**Work to complete**
Go through the entries below. Copy each line in which "laterPath" appears.

───── The records

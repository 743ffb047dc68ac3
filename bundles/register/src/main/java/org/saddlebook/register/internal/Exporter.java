package org.saddlebook.register.internal;

import java.nio.charset.StandardCharsets;
import java.util.ArrayList;
import java.util.List;
import org.saddlebook.json.api.JsonArray;
import org.saddlebook.json.api.JsonObject;
import org.saddlebook.json.api.JsonValue;
import org.saddlebook.json.api.PrettyJson;
import org.saddlebook.register.api.Checkpoint;
import org.saddlebook.register.api.Digest;
import org.saddlebook.register.api.Entry;
import org.saddlebook.register.api.Export;
import org.saddlebook.register.api.Head;
import org.saddlebook.register.api.LogRecord;
import org.saddlebook.register.api.MerkleTree;
import org.saddlebook.register.api.PartEntry;
import org.saddlebook.register.api.PartFile;
import org.saddlebook.register.api.RegisterDamagedException;
import org.saddlebook.register.api.SealedRecord;

/** Lays out the export of one entry. */
final class Exporter {
    private static final String JSON = "application/json";

    private final StoredRegister register;
    private final Entry entry;
    private final List<SealedRecord> records;
    private final Head head;
    private final List<PartFile> files = new ArrayList<>();
    private final StringBuilder sums = new StringBuilder();

    Exporter(StoredRegister register, Entry entry, List<SealedRecord> records) {
        this.register = register;
        this.entry = entry;
        this.records = records;
        this.head = Records.head(records);
    }

    Export export() throws RegisterDamagedException {
        if (records.size() != head.size()) {
            throw new RegisterDamagedException("The register has " + records.size() + " records and a tree over "
                    + head.size() + ". Run \"register verify\".");
        }
        List<Digest> leaves = StoredRegister.leaves(records);
        long index = entry.number() - 1;
        Digest leaf = leaves.get((int) index);
        List<Digest> path = MerkleTree.inclusionProof(index, leaves);
        add("record.json", JSON, sealed(entry.number()).bytes());
        add("proof.json", JSON, PrettyJson.bytes(proof(entry.number(), leaf, path)));
        add("checkpoint.json", JSON, PrettyJson.bytes(checkpoint()));
        for (LogRecord later : entry.about()) {
            String name = "about/record-" + later.number();
            Digest laterLeaf = leaves.get((int) later.number() - 1);
            add(name + ".json", JSON, sealed(later.number()).bytes());
            List<Digest> laterPath = MerkleTree.inclusionProof(later.number() - 1, leaves);
            add(name + ".proof.json", JSON, PrettyJson.bytes(proof(later.number(), laterLeaf, laterPath)));
        }
        add("signatures.html", "text/html", SignatureSheet.html(entry, leaf, head));
        for (PartEntry part : entry.record().parts()) {
            sums.append(part.sha256()).append("  parts/").append(part.name()).append('\n');
            files.add(new PartFile("parts/" + part.name(), part.type(), () -> register.open(part)));
        }
        List<PartFile> all = new ArrayList<>();
        byte[] readme = ExportReadme.text(entry, leaf, path, head).getBytes(StandardCharsets.UTF_8);
        all.add(PartFile.of("README.txt", "text/plain", readme));
        all.add(PartFile.of("SHA256SUMS", "text/plain", sums.toString().getBytes(StandardCharsets.UTF_8)));
        all.addAll(files);
        return new Export(entry, all);
    }

    private SealedRecord sealed(long number) {
        return records.get((int) number - 1);
    }

    private void add(String name, String type, byte[] bytes) {
        sums.append(Digest.sha256(bytes)).append("  ").append(name).append('\n');
        files.add(PartFile.of(name, type, bytes));
    }

    private JsonObject proof(long number, Digest leaf, List<Digest> path) {
        List<JsonValue> steps = new ArrayList<>();
        List<Boolean> lefts = ExportReadme.lefts(number - 1, head.size());
        for (int i = 0; i < path.size(); i++) {
            steps.add(JsonObject.builder()
                    .put("side", lefts.get(i) ? "left" : "right")
                    .put("sha256", path.get(i).hex())
                    .build());
        }
        return JsonObject.builder()
                .put("schema", "saddlebook/register-inclusion/1")
                .put("number", (double) number)
                .put("leaf", leaf.hex())
                .put("size", (double) head.size())
                .put("root", head.root().hex())
                .put("path", new JsonArray(steps))
                .build();
    }

    private JsonObject checkpoint() {
        return JsonObject.builder()
                .put("schema", Checkpoint.SCHEMA)
                .put("size", (double) head.size())
                .put("root", head.root().hex())
                .build();
    }
}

──────────

**Output for this exercise**
            List<Digest> laterPath = MerkleTree.inclusionProof(later.number() - 1, leaves);
            add(name + ".proof.json", JSON, PrettyJson.bytes(proof(later.number(), laterLeaf, laterPath)));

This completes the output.